"""
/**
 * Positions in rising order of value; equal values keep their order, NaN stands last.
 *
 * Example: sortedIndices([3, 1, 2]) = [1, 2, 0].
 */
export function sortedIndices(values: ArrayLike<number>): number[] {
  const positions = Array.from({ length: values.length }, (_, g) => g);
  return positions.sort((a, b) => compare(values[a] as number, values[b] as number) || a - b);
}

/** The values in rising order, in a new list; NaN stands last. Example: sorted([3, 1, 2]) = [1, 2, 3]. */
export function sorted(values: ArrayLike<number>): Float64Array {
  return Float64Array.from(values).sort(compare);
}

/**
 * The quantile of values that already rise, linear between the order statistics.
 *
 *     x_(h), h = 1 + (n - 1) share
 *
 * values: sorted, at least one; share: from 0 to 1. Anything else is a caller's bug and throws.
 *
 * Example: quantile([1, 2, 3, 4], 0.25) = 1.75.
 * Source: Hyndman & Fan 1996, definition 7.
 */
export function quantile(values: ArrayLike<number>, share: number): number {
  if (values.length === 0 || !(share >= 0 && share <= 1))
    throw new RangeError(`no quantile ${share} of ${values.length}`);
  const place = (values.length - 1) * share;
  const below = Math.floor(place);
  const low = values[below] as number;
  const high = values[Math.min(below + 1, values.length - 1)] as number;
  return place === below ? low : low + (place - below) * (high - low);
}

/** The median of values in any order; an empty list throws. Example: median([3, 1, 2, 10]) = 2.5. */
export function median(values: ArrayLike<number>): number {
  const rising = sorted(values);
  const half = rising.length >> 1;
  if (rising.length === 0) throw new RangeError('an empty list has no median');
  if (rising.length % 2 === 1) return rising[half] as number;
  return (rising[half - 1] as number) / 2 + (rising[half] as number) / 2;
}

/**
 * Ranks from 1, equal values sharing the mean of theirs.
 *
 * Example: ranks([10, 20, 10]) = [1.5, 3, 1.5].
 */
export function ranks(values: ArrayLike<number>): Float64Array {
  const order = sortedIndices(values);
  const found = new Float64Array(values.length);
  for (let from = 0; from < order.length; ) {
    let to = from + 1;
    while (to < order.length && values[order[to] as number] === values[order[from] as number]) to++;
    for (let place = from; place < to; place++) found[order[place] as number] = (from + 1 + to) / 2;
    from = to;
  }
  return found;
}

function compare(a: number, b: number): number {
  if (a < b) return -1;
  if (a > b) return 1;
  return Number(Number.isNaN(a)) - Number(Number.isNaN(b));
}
"""
"""
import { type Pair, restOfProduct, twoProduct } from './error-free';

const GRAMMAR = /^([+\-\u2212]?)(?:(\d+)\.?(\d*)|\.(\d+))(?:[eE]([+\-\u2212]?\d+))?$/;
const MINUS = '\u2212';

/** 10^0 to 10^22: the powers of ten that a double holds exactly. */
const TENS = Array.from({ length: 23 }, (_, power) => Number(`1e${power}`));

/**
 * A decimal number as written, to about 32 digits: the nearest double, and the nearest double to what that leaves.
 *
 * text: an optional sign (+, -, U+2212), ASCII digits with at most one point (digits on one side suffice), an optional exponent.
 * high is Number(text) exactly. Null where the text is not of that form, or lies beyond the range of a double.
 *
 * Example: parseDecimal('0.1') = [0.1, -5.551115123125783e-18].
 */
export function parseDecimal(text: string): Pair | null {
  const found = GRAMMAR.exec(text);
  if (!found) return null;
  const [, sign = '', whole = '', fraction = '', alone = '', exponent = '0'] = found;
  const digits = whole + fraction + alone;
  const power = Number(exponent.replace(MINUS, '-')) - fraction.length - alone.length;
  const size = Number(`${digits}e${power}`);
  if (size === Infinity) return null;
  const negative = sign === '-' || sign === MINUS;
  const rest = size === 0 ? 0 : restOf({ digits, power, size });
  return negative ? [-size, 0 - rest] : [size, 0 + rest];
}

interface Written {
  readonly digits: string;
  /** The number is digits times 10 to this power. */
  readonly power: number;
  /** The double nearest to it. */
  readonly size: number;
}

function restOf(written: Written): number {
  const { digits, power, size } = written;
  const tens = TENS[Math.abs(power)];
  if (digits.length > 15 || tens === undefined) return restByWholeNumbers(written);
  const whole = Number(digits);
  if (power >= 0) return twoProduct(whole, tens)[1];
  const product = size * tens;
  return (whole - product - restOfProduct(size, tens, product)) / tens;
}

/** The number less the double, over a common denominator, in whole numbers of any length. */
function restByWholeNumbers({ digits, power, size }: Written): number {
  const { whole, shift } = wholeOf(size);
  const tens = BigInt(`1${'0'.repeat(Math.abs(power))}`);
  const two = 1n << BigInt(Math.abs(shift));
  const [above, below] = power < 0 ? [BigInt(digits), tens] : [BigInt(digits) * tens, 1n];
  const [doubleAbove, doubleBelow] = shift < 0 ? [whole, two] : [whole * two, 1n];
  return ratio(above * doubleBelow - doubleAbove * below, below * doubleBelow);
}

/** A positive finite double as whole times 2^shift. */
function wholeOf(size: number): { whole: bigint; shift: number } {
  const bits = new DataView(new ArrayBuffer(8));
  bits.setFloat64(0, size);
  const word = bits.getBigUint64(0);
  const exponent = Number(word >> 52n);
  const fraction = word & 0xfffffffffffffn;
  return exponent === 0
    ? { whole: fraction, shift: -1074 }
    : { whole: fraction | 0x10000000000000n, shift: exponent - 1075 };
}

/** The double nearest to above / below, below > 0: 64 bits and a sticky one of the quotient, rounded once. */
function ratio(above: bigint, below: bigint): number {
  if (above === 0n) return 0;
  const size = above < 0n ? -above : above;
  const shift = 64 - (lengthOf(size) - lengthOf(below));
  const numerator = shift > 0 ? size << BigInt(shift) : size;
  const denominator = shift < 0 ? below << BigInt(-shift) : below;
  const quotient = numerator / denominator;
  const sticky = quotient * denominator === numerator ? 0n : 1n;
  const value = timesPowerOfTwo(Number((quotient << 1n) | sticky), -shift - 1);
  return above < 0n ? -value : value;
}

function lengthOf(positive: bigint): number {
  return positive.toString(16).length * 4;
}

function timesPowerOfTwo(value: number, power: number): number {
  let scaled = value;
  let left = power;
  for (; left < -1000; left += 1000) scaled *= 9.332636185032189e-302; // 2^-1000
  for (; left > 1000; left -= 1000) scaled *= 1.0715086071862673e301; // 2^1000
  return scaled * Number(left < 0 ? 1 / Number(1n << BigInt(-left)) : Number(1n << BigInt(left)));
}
"""
"""
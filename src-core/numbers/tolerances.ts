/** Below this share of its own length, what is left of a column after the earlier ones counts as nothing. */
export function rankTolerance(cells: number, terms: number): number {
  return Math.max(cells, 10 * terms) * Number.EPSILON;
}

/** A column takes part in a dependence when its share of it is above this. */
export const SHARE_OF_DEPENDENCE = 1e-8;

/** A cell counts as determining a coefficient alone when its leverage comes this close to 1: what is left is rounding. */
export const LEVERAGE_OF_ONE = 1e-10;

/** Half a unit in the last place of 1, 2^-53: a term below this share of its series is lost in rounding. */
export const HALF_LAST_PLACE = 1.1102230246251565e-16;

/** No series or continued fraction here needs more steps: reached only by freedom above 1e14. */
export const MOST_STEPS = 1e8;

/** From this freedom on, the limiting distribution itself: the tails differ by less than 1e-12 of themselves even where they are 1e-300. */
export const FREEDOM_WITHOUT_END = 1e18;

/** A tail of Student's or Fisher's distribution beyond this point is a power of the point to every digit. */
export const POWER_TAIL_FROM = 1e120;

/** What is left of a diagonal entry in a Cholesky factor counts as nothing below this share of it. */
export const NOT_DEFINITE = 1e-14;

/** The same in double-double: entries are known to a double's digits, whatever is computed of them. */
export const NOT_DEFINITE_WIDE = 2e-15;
"""
### Task statement
Copy whichever lines above contain the string "RangeError".

### Finished task
    throw new RangeError(`no quantile ${share} of ${values.length}`);
  if (rising.length === 0) throw new RangeError('an empty list has no median');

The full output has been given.